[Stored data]
--- START ---

"""What the audit would say of other readings: exactly that of an audit of them, foretold for each suspect."""

from dataclasses import replace
from fractions import Fraction

import numpy as np
import pandas as pd
import pytest

from dec.audit.questions import balance, loops
from dec.audit.record import Audit
from dec.calculus.columns import Column
from dec.calculus.dataset import Dataset
from dec.errors import InputError

from .measured_networks import Measured, measured, nearly_right, with_readings, with_repeats
from .small_networks import decimal


def compare_outcomes(audit: Audit, tolerance: float = 1e-9) -> dict[str, int]:
    """Return how many outcomes of each kind were compared."""
    seen = {"left_out": 0, "turned": 0, "scaled": 0}
    for suspect in audit.suspects:
        if suspect.kind != "edge":
            continue
        for way, said in suspect.outcomes.items():
            asked = {"scaled": {suspect.id: Fraction(said["factor"])}} if way == "scaled" else {way: [suspect.id]}
            other = audit.what_if(**asked)
            assert said["dof"] == other.dof
            assert said["holds"] == other.holds
            if other.dof:
                assert said["limit"] == other.limit
                room = tolerance * (1.0 + audit.chi_square)
                assert said["chi_square"] == pytest.approx(other.chi_square, rel=tolerance, abs=room)
            seen[way] += 1
    return seen


def with_cells(net: Measured, **cells: np.ndarray) -> Measured:
    """The network with other cells in its edge table."""
    columns = {name: Column(name, values) for name, values in cells.items()}
    return replace(net, net=replace(net.net, columns={**net.net.columns, 1: {**net.net.columns[1], **columns}}))


def with_one_wrong(net: Measured, seed: int, **more: object) -> Audit:
    """The audit with one reading turned or in another unit, all others near values that the law admits."""
    rng = np.random.default_rng(seed)
    reading = nearly_right(net, rng)
    if reading:
        reading[rng.choice(list(reading))] *= rng.choice([-1, -1, -1, 3.6, 1 / 3.6, 1000, 0.001])
    return with_readings(net, reading).audit(**more)


@pytest.mark.parametrize("law", ["balance", "loop"])
@pytest.mark.parametrize("size", ["", "0.5", "5%"])
def test_outcomes_are_those_of_the_audit_run_in_full(law: str, size: str):
    """5 % of a reading that is 1000 times too large are 20,000 of its own sd: some digits go there."""
    seen = {"left_out": 0, "turned": 0, "scaled": 0}
    for seed in range(3000, 3060):
        audit = with_one_wrong(measured(law, seed, size), seed)
        for way, count in compare_outcomes(audit, 1e-6 if size == "5%" else 1e-9).items():
            seen[way] += count
    assert seen["left_out"] > 10
    assert min(seen.values()) >= 2


@pytest.mark.parametrize("law", ["balance", "loop"])
def test_a_share_of_the_reading_as_its_accuracy_is_foretold_too(law: str):
    seen = 0
    for seed in range(3000, 3040):
        audit = with_one_wrong(measured(law, seed), seed, sd="1%+0.1")
        seen += sum(compare_outcomes(audit).values())
    assert seen > 20


@pytest.mark.parametrize("law", ["balance", "loop"])
@pytest.mark.parametrize("size", ["", "0.5", "5%"])
def test_outcomes_reckon_with_several_readings_of_one_edge(law: str, size: str):
    seen = 0
    for seed in range(2000, 2030):
        net = measured(law, seed, size)
        if net.case.reading:
            audit = net.audit(readings=with_repeats(net, seed)[0], sd="own")
            seen += sum(compare_outcomes(audit).values())
    assert seen > 20


@pytest.mark.parametrize("law", ["balance", "loop"])
def test_readings_of_a_changed_edge_are_those_of_a_table_written_anew(law: str):
    for seed in range(2000, 2030):
        net = measured(law, seed)
        if not net.case.reading:
            continue
        rows, _ = with_repeats(net, seed)
        edges = sorted(set(rows["edge"]))
        scaled, out = edges[0], edges[1:2]
        anew = rows[~rows["edge"].isin(out)].copy()
        here = anew["edge"] == scaled
        anew.loc[here, "factor"] = [decimal(Fraction(f or 1) / 4) for f in anew.loc[here, "factor"]]
        found = net.audit(readings=rows, sd="own").what_if(scaled={scaled: "0.25"}, left_out=out)
        wanted = net.audit(readings=anew, sd="own")
        assert (found.dof, found.holds) == (wanted.dof, wanted.holds)
        assert found.chi_square == pytest.approx(wanted.chi_square, rel=1e-9, abs=1e-9)
        for name in ("edges", "readings"):
            for column, cells in wanted.tables[name].items():
                if cells.dtype == object:
                    assert list(found.tables[name][column]) == list(cells)
                else:
                    np.testing.assert_allclose(found.tables[name][column], cells, rtol=1e-9, atol=1e-9)


@pytest.mark.parametrize("law", ["balance", "loop"])
def test_a_what_if_is_an_audit_of_a_table_written_anew(law: str):
    for seed in range(3000, 3040):
        net = measured(law, seed)
        seen = [f"e{e}" for e in net.case.reading]
        if not seen:
            continue
        turned, scaled, out = seen[:1], seen[1:2], seen[2:3]
        before = net.audit()
        as_it_was = before.to_json()
        found = before.what_if(turned=turned, scaled=dict.fromkeys(scaled, "2.5"), left_out=out)
        values, sd = [], []
        for e, spread in enumerate(net.case.sd):
            factor = {**dict.fromkeys(turned, -1), **dict.fromkeys(scaled, Fraction(5, 2))}.get(f"e{e}", 1)
            there = e in net.case.reading and f"e{e}" not in out
            values.append(decimal(net.case.reading[e] * factor if there else None))
            sd.append(float(spread * abs(factor)))
        wanted = with_cells(net, y=np.array(values, dtype=object), sd=np.array(sd)).audit()
        assert (found.dof, found.holds, found.limit) == (wanted.dof, wanted.holds, wanted.limit)
        assert found.chi_square == pytest.approx(wanted.chi_square, rel=1e-12, abs=1e-12)
        for name in ("value", "adjusted", "adjusted_sd", "redundancy", "statistic"):
            np.testing.assert_allclose(found.tables["edges"][name], wanted.tables["edges"][name], rtol=1e-9, atol=1e-9)
        assert [(s.kind, s.id) for s in found.suspects] == [(s.kind, s.id) for s in wanted.suspects]
        assert before.to_json() == as_it_was


def pipe(reading: str, beyond: str) -> Dataset:
    rows = {"id": ["in", "out"], "from": ["S", "J"], "to": ["J", "T"], "y": [reading, beyond]}
    return Dataset.from_frames(pd.DataFrame(rows))


def test_without_sd_a_factor_counts_exactly():
    """18 m3/h are 5 L/s, digit for digit; a factor beside it is not."""
    audit = balance(pipe("18.0", "5"), "y", open=["S", "T"])
    assert audit.holds is False
    assert audit.what_if(scaled={"in": "1/3.6"}).holds is True
    assert audit.what_if(scaled={"out": "3.6"}).holds is True
    assert audit.what_if(scaled={"out": 3.6}).holds is True
    assert audit.what_if(scaled={"in": Fraction(10, 36)}).holds is True
    assert audit.what_if(scaled={"in": "0.2777777777777777777777"}).holds is False


def test_without_sd_factors_far_from_one_keep_every_digit():
    tiny = "0." + "0" * 30 + "5"
    assert balance(pipe("5", tiny), "y", open=["S", "T"]).what_if(scaled={"in": "1e-31"}).holds is True
    assert balance(pipe("5", tiny), "y", open=["S", "T"]).what_if(scaled={"in": "1.0001e-31"}).holds is False
    long = "1.0000000000000000000000000000001"
    assert balance(pipe("1", long), "y", open=["S", "T"]).what_if(scaled={"in": long}).holds is True
    assert balance(pipe("1", "1"), "y", open=["S", "T"]).what_if(scaled={"in": long}).holds is False
    both = balance(pipe("1e-25", "1e-25"), "y", open=["S", "T"]).what_if(scaled={"in": "1/3", "out": "1/3"})
    assert both.holds is True
    other = balance(pipe("1e-25", "1.0000000001e-25"), "y", open=["S", "T"])
    assert other.what_if(scaled={"in": "1/3", "out": "1/3"}).holds is False


def test_without_sd_a_turned_and_a_left_out_reading_count_exactly():
    audit = balance(pipe("0.3", "-0.30"), "y", open=["S", "T"])
    assert audit.holds is False
    assert audit.what_if(turned="out").holds is True
    assert audit.what_if(left_out=["out"]).holds is None
    assert audit.edges["value"].tolist() == [0.3, -0.3]


@pytest.mark.parametrize(
    ("asked", "says"),
    [
        ({"turned": ["nope"]}, "what-if names 'nope', which is no edge"),
        ({"left_out": "2"}, "what-if names '2', which is not measured"),
        ({"turned": ["0"], "left_out": ["0"]}, "what-if names '0' twice"),
        ({"turned": ["0"], "left_out": [0]}, "what-if names '0' twice"),
        ({"scaled": {"0": 2, 0: 3}}, "what-if names '0' twice"),
        ({"scaled": {"0": 0}}, "the factor of '0' must be a number other than 0, got 0"),
        ({"scaled": {"0": "1/0"}}, "must be a number other than 0, got '1/0'"),
        ({"scaled": {"0": "0/3"}}, "must be a number other than 0, got '0/3'"),
        ({"scaled": {"0": "three"}}, "must be a number other than 0, as 0.001 or 1/3.6, got 'three'"),
        ({"scaled": {"0": "1/3/2"}}, "must be a number other than 0, as 0.001 or 1/3.6, got '1/3/2'"),
        ({"scaled": {"0": ""}}, "must be a number other than 0, as 0.001 or 1/3.6, got ''"),
        ({"scaled": {"0": "1/"}}, "must be a number other than 0, as 0.001 or 1/3.6, got '1/'"),
        ({"scaled": {"0": None}}, "must be a number other than 0, as 0.001 or 1/3.6, got None"),
        ({"scaled": {"0": True}}, "must be a number other than 0, as 0.001 or 1/3.6, got True"),
        ({"scaled": {"0": np.nan}}, "must be a number other than 0, as 0.001 or 1/3.6, got nan"),
        ({"scaled": {"0": np.inf}}, "must be a number other than 0, as 0.001 or 1/3.6, got inf"),
        ({"scaled": {"0": "1e400"}}, "the factor of '0' must lie within 1e-100 and 1e100, got '1e400'"),
        ({"scaled": {"0": "1e-400"}}, "the factor of '0' must lie within 1e-100 and 1e100, got '1e-400'"),
        ({"scaled": {"0": "1e999999999"}}, "the factor of '0' must lie within 1e-100 and 1e100, got '1e999999999'"),
        ({"scaled": {"0": "1e100"}}, "what-if makes the reading of '0' 5e+100 with an sd of 1e+99, out of the range"),
    ],
)
def test_what_cannot_be_asked_is_refused(asked: dict, says: str):
    rows = {"id": ["0", "1", "2"], "from": ["S", "J", "J"], "to": ["J", "T", "U"], "y": ["5", "5", ""]}
    net = Dataset.from_frames(pd.DataFrame(rows))
    for audit in (balance(net, "y", sd=0.1, open=["S", "T"]), loops(net, "y", sd=0.1)):
        with pytest.raises(InputError) as caught:
            audit.what_if(**asked)
        assert says in str(caught.value)


def test_a_plain_text_is_one_id_and_not_a_row_of_letters():
    audit = balance(pipe("5", "5"), "y", sd=0.1, open=["S", "T"])
    assert (audit.dof, audit.what_if(left_out="out").dof) == (1, 0)


def test_ids_and_readings_that_can_be_read_once_only_serve_a_what_if_too(tmp_path):
    """Ids from an iterator; a table of readings that is gone by the time of the question, as a pipe is."""
    lines = pd.DataFrame({"id": ["a", "b"], "from": ["S", "J"], "to": ["J", "T"]})
    table = tmp_path / "readings.csv"
    table.write_text("edge,y\na,5\nb,4.9\n")
    audit = balance(Dataset.from_frames(lines), "y", 0.1, open=iter(["S", "T"]), readings=table)
    table.unlink()
    would = audit.what_if(turned=["a"])
    assert (would.dof, would.chi_square) == (audit.dof, pytest.approx(9.9**2 / 0.02))
    assert would.asked["open"] == ["S", "T"]
    assert would.what_if().chi_square == audit.chi_square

--- END ---

In the records above, some lines may contain the word "twice"; copy every one of them.

Answer box:
        ({"turned": ["0"], "left_out": ["0"]}, "what-if names '0' twice"),
        ({"turned": ["0"], "left_out": [0]}, "what-if names '0' twice"),
        ({"scaled": {"0": 2, 0: 3}}, "what-if names '0' twice"),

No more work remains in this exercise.